People protest outside of the New York Stock Exchange October 13, 2008 in New York City. (Photo by Spencer Platt/Getty Images)

By

Patrice Taddonio

September 30, 2019

It was the biggest bank failure in American history: On September 25, 2008, the federal government took over Washington Mutual, selling the majority of the enormous savings and loan provider’s assets for $1.9 billion to JPMorgan Chase.

Washington Mutual’s collapse was just one link in the dramatic chain of events surrounding the largest financial crisis since the Great Depression — a crisis that cost trillions in household wealth, and that experts say led to heightened economic inequality.

More than a decade after the 2007-08 crisis, revisit FRONTLINE’s reporting on the Great Recession — from how the country’s leaders struggled to respond to an economic crisis that caught them by surprise, to why Wall Street’s leaders have escaped criminal prosecution for their role in the meltdown, and how the impact of the crisis and the massive government bailout have continued to reverberate.

1.) Inside the Meltdown (2009)

From the Bear Stearns deal, to Lehman Brothers’ collapse, to the propping up of insurance giant AIG, to the $700-billion bailout, this documentary from Michael Kirk and his team chronicled key moments in the crisis — and how the government responded.

2.) Breaking the Bank (2009)

The bets were huge and risky: billions of dollars on the housing market. The upside was undeniable: superbanks reaped billions of dollars, dominated the landscape, and gobbled up competitors. Then, the bottom dropped out. In Breaking the Bank, Kirk and his team untangled the complicated financial and political web threatening one particular superbank: Bank of America.

3.) The Warning (2009)

Looking back to the 1990s, Kirk and his team discovered early warnings of the crash, and uncovered a concerted effort not to regulate the emerging, highly complex, and lucrative derivatives markets — which would become a ticking time-bomb within the American economy.

4.) Money, Power and Wall Street (2013)

In this Polk- and Emmy Award-winning four-hour investigation of the global financial crisis, FRONTLINE told the inside story of the struggles to rescue and repair a shattered economy — exploring key decisions, missed opportunities, and the unprecedented and uneasy partnership between government leaders and titans of finance that would affect the fortunes of millions of people around the world. From Michael Kirk, Jim Gilmore, Mike Wiser, Marcela Gaviria and Martin Smith, the series probed deeply into the story of the big banks — how they developed, how they profited, and how the model that produced unfathomable wealth planted the seeds of financial destruction. It also explored how President Barack Obama inherited a financial crisis that would challenge his administration, dividing his economic team over how tough the White House should be on the banks that were at the heart of the crisis.

 

 

 

5.) The Untouchables (2013)

Five years after the crisis, Martin Smith investigated why Wall Street’s leaders escaped criminal prosecution for any fraud related to the sale of bad mortgages.
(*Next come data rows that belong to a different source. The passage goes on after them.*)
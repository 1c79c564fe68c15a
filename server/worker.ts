import { run } from 'graphile-worker';
import { z } from 'zod';
import { loadActor } from './features/accounts/accounts.service.ts';
import { runJob } from './features/jobs/jobs.service.ts';
import { jobHandlers } from './job-handlers.ts';
import { openDatabase } from './lib/database.ts';
import { readEnv } from './lib/env.ts';
import { openLog } from './lib/log.ts';

/** The background process: takes jobs from the queue in the database. Several may run, on several machines. */
const env = readEnv();
const log = openLog(env.logLevel);
const database = openDatabase(env.databaseUrl);
const JobPayload = z.object({ jobId: z.number().int() });

const runner = await run({
  pgPool: database.pool,
  concurrency: 2,
  noHandleSignals: true,
  pollInterval: 2_000,
  taskList: {
    'run-job': async (payload, { job }) => {
      const { jobId } = JobPayload.parse(payload);
      await runJob({ database, log, handlers: jobHandlers, loadActor }, jobId, job.attempts >= job.max_attempts);
    },
  },
});
log.info('worker ready');

let isStopping = false;
async function stop(): Promise<void> {
  if (isStopping) return;
  isStopping = true;
  await runner.stop();
  await database.close();
  process.exit(0);
}
process.on('SIGTERM', () => void stop());
process.on('SIGINT', () => void stop());
await runner.promise;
The film featured a tough interview with Lanny Breuer, then the head of the Justice Department’s criminal division, who had led the effort to pursue allegations of fraud and corruption at major banks in the wake of the financial meltdown. Breuer told Smith that financial fraud had not gone unpunished, but that greed wasn’t necessarily criminal.

6.) Abacus: Small Enough to Jail (2017)

As The Untouchables explored, executives at the biggest banks on Wall Street all avoided prosecution for fraud related to the sale of bad mortgages. But several years after the financial crash, a small community bank in New York City’s Chinatown was accused of mortgage fraud by the Manhattan District Attorney’s Office — making Abacus Federal Savings the only U.S. bank to be prosecuted in relation to the financial collapse, and the first bank indicted in New York since 1991. Why did Abacus face charges, while the big banks on Wall Street got bailouts? That’s the question at the heart of this Oscar- and Emmy-nominated feature-length documentary from director Steve James.

7.) Left Behind America (2018)

In the decade after the Great Recession, many American cities and towns bounced back. But for some small and mid-size cities that were once hubs for innovation and manufacturing, economic recovery remained elusive. In Left Behind America, FRONTLINE, ProPublica, and WNET’s Chasing the Dream asked why — and presented an in-depth look at one such city, Dayton, Ohio, whose citizens continued to fight for economic revitalization 10 years after the financial crisis.

8.) The Pension Gamble (2018)

FRONTLINE’s examination of the U.S. economy continued with The Pension Gamble, a documentary from Martin Smith and Marcela Gaviria investigating how state governments and Wall Street led America’s public pensions into a $4-trillion hole. In particular, the film focused on the volatile fight over pensions in Kentucky — where the public pension system made risky bets on Wall Street to try to dig out from under the 2008 crash, only to become even more dramatically underfunded.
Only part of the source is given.